**Input data:**
+---+
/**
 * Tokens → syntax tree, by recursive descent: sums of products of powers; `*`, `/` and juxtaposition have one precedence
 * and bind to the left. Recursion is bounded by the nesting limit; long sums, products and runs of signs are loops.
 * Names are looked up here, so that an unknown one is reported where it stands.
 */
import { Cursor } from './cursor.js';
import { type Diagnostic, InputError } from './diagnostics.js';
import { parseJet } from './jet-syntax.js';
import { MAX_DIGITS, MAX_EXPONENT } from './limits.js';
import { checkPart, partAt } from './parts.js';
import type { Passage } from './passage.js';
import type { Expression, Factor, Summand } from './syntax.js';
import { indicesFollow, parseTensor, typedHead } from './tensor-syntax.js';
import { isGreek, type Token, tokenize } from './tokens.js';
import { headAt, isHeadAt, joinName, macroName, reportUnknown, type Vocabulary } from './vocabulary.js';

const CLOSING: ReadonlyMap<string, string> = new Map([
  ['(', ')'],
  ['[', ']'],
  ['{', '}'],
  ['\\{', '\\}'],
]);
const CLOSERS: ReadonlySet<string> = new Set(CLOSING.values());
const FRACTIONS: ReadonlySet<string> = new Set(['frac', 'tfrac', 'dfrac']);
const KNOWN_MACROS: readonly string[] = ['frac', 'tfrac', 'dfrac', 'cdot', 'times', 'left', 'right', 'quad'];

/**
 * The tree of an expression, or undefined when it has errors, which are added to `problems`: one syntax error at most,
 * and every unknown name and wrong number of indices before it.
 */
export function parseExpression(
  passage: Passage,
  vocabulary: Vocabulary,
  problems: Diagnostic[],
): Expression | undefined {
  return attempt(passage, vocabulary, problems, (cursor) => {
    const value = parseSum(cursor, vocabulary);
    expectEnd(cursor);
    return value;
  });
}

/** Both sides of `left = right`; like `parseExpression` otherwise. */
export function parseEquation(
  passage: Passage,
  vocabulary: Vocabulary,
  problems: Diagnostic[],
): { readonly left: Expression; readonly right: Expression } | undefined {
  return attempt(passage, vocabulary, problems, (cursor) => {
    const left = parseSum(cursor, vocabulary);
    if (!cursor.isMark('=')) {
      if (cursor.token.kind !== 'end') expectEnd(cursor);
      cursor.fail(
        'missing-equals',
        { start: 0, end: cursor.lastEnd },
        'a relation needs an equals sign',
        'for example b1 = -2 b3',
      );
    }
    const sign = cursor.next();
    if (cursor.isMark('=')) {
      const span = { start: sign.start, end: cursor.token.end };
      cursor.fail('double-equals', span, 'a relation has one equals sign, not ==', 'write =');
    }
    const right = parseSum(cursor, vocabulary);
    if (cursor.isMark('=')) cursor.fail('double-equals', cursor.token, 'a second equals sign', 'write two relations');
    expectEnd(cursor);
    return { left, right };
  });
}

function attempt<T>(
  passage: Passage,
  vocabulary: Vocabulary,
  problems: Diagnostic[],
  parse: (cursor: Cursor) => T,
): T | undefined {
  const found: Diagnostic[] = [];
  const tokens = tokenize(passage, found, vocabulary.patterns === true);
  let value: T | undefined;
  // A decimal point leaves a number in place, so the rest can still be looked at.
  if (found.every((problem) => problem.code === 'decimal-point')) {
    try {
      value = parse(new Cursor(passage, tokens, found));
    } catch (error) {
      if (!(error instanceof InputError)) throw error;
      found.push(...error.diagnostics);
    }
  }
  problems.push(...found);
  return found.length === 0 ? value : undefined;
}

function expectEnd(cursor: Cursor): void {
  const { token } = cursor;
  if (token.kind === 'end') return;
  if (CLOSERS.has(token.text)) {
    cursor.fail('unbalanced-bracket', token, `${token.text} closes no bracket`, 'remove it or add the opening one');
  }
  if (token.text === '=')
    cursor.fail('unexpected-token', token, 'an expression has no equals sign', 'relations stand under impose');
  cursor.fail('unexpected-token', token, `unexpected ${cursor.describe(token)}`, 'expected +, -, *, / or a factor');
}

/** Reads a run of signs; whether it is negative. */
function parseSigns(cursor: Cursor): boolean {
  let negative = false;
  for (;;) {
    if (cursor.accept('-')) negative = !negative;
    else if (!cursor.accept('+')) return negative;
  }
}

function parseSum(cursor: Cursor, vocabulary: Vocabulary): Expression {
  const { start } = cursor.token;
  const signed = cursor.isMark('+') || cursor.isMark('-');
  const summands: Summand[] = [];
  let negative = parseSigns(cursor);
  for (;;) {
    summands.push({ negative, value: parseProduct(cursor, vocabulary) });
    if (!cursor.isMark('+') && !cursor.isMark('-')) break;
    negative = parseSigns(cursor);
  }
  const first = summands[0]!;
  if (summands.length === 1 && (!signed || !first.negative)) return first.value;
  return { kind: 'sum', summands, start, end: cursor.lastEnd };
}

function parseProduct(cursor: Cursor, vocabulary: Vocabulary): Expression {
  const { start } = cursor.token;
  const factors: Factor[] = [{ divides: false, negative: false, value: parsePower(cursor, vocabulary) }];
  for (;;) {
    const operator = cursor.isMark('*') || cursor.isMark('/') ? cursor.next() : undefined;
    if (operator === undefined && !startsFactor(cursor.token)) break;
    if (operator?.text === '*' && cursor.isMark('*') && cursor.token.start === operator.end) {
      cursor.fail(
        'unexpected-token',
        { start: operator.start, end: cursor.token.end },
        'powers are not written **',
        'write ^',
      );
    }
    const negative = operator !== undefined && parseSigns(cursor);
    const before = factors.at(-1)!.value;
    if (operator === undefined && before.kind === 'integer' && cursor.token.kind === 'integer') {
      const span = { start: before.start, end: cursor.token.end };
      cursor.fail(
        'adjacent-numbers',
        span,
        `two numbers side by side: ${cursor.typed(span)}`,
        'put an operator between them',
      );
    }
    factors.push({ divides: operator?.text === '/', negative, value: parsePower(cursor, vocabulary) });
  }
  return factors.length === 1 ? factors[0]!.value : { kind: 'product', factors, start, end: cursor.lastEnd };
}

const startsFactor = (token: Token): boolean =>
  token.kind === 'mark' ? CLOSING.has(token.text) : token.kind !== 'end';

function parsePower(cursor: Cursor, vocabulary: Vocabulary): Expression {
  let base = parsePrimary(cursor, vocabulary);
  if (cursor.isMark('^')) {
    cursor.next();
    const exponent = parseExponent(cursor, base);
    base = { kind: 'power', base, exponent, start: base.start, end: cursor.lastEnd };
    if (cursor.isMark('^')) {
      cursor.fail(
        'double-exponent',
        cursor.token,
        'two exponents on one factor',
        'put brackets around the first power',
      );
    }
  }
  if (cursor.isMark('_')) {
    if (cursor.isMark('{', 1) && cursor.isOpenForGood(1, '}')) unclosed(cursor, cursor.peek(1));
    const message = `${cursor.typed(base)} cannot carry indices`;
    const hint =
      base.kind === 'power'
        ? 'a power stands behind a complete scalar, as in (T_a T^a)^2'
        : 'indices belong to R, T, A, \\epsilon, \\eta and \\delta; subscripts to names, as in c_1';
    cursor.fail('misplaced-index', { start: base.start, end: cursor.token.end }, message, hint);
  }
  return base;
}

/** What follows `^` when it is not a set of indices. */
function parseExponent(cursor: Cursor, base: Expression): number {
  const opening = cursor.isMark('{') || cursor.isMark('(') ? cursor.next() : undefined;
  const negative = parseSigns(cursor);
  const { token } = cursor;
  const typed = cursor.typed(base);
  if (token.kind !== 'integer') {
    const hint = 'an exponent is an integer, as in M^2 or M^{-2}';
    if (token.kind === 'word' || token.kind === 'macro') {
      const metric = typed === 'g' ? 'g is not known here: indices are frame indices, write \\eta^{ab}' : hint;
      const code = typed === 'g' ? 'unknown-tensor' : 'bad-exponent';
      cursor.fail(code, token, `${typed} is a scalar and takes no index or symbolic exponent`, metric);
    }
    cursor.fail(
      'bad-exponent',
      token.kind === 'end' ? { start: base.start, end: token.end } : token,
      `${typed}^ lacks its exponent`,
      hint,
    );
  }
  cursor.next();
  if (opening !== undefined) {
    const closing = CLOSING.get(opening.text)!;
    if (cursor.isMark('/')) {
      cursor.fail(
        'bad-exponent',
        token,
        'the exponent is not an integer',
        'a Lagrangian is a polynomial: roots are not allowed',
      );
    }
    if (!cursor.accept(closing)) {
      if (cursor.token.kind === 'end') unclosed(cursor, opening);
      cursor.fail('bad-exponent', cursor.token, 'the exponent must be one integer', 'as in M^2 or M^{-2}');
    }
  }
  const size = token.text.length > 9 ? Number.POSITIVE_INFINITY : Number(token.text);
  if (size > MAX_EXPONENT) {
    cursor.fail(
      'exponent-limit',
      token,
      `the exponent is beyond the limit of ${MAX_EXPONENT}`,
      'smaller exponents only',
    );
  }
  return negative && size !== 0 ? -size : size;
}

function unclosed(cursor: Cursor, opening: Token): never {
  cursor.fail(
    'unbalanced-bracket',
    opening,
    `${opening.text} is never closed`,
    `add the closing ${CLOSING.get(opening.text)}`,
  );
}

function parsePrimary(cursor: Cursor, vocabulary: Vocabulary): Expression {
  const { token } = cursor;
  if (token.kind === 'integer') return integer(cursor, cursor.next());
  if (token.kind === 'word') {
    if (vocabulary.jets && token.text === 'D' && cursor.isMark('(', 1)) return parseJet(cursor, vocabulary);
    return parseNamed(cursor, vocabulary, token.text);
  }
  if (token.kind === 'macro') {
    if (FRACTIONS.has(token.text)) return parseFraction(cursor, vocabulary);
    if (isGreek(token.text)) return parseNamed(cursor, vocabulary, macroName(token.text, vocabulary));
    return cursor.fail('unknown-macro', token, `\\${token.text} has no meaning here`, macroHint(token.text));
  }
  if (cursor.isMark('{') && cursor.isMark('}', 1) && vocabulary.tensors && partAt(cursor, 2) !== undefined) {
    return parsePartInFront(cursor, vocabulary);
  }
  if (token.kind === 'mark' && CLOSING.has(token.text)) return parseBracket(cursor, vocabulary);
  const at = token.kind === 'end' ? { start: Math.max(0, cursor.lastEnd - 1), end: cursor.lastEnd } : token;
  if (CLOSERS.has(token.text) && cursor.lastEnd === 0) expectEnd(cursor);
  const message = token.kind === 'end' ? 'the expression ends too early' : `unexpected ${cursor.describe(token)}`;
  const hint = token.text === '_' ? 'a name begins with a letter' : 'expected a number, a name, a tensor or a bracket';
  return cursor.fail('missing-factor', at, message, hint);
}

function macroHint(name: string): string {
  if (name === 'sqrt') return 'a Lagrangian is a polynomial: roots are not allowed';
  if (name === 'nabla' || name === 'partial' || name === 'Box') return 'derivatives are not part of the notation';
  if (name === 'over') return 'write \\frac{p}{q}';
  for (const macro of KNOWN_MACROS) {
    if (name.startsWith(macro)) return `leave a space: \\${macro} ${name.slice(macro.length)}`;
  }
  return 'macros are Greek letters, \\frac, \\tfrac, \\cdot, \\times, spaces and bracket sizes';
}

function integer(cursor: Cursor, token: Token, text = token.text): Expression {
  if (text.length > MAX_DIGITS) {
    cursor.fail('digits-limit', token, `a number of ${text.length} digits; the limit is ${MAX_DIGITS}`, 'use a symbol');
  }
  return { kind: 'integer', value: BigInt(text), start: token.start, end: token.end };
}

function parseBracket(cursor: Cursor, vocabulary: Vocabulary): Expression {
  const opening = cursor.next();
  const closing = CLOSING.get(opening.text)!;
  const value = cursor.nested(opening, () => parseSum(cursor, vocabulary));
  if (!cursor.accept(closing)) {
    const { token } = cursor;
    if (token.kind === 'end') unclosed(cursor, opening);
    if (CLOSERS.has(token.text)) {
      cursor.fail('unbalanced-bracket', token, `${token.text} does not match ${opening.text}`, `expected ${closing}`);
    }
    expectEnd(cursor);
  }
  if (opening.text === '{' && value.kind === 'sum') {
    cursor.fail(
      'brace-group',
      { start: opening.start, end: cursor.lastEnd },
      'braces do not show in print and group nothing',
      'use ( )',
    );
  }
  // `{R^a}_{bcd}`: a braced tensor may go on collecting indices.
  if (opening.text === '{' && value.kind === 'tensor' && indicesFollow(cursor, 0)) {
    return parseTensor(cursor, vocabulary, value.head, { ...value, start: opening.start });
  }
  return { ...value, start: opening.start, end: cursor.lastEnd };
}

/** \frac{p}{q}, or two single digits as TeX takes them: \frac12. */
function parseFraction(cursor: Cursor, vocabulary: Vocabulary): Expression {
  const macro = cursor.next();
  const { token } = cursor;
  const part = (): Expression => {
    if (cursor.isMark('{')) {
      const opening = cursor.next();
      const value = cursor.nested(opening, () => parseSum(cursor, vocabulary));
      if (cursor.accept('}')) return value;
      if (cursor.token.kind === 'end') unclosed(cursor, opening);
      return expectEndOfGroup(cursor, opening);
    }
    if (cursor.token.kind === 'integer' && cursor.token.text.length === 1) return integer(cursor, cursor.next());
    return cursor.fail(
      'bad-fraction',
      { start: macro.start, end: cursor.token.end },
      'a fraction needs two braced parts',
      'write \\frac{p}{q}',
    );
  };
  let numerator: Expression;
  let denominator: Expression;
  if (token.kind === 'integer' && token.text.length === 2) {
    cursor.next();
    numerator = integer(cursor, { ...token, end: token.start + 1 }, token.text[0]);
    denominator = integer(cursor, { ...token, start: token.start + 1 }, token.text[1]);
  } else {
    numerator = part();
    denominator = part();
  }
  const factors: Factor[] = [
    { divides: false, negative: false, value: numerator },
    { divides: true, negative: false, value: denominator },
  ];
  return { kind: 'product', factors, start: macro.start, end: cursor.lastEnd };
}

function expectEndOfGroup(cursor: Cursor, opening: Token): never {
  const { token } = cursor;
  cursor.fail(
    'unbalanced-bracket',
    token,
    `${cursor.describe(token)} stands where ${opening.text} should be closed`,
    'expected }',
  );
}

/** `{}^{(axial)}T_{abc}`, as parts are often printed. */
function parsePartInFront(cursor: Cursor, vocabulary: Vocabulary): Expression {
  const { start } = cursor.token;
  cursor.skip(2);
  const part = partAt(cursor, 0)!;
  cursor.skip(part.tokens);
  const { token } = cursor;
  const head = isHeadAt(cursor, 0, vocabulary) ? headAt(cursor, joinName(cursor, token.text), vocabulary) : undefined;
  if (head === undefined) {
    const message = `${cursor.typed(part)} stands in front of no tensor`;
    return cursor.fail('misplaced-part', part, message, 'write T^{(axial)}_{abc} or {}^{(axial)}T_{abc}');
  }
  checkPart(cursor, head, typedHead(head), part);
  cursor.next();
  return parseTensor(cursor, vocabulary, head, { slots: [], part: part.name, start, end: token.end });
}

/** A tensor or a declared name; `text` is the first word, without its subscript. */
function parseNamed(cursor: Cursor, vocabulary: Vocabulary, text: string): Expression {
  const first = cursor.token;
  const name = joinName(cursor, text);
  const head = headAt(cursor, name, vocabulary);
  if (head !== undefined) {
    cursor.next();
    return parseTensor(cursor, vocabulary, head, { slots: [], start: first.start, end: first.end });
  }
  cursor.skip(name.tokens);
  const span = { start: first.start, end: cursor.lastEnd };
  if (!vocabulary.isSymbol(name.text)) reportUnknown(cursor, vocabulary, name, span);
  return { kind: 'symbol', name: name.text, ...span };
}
+---+
Only the lines from the first line of the records through the line containing "Expression, Factor, Summand" should be repeated, exactly as they appear.

**The answer:**
/**
 * Tokens → syntax tree, by recursive descent: sums of products of powers; `*`, `/` and juxtaposition have one precedence
 * and bind to the left. Recursion is bounded by the nesting limit; long sums, products and runs of signs are loops.
 * Names are looked up here, so that an unknown one is reported where it stands.
 */
import { Cursor } from './cursor.js';
import { type Diagnostic, InputError } from './diagnostics.js';
import { parseJet } from './jet-syntax.js';
import { MAX_DIGITS, MAX_EXPONENT } from './limits.js';
import { checkPart, partAt } from './parts.js';
import type { Passage } from './passage.js';
import type { Expression, Factor, Summand } from './syntax.js';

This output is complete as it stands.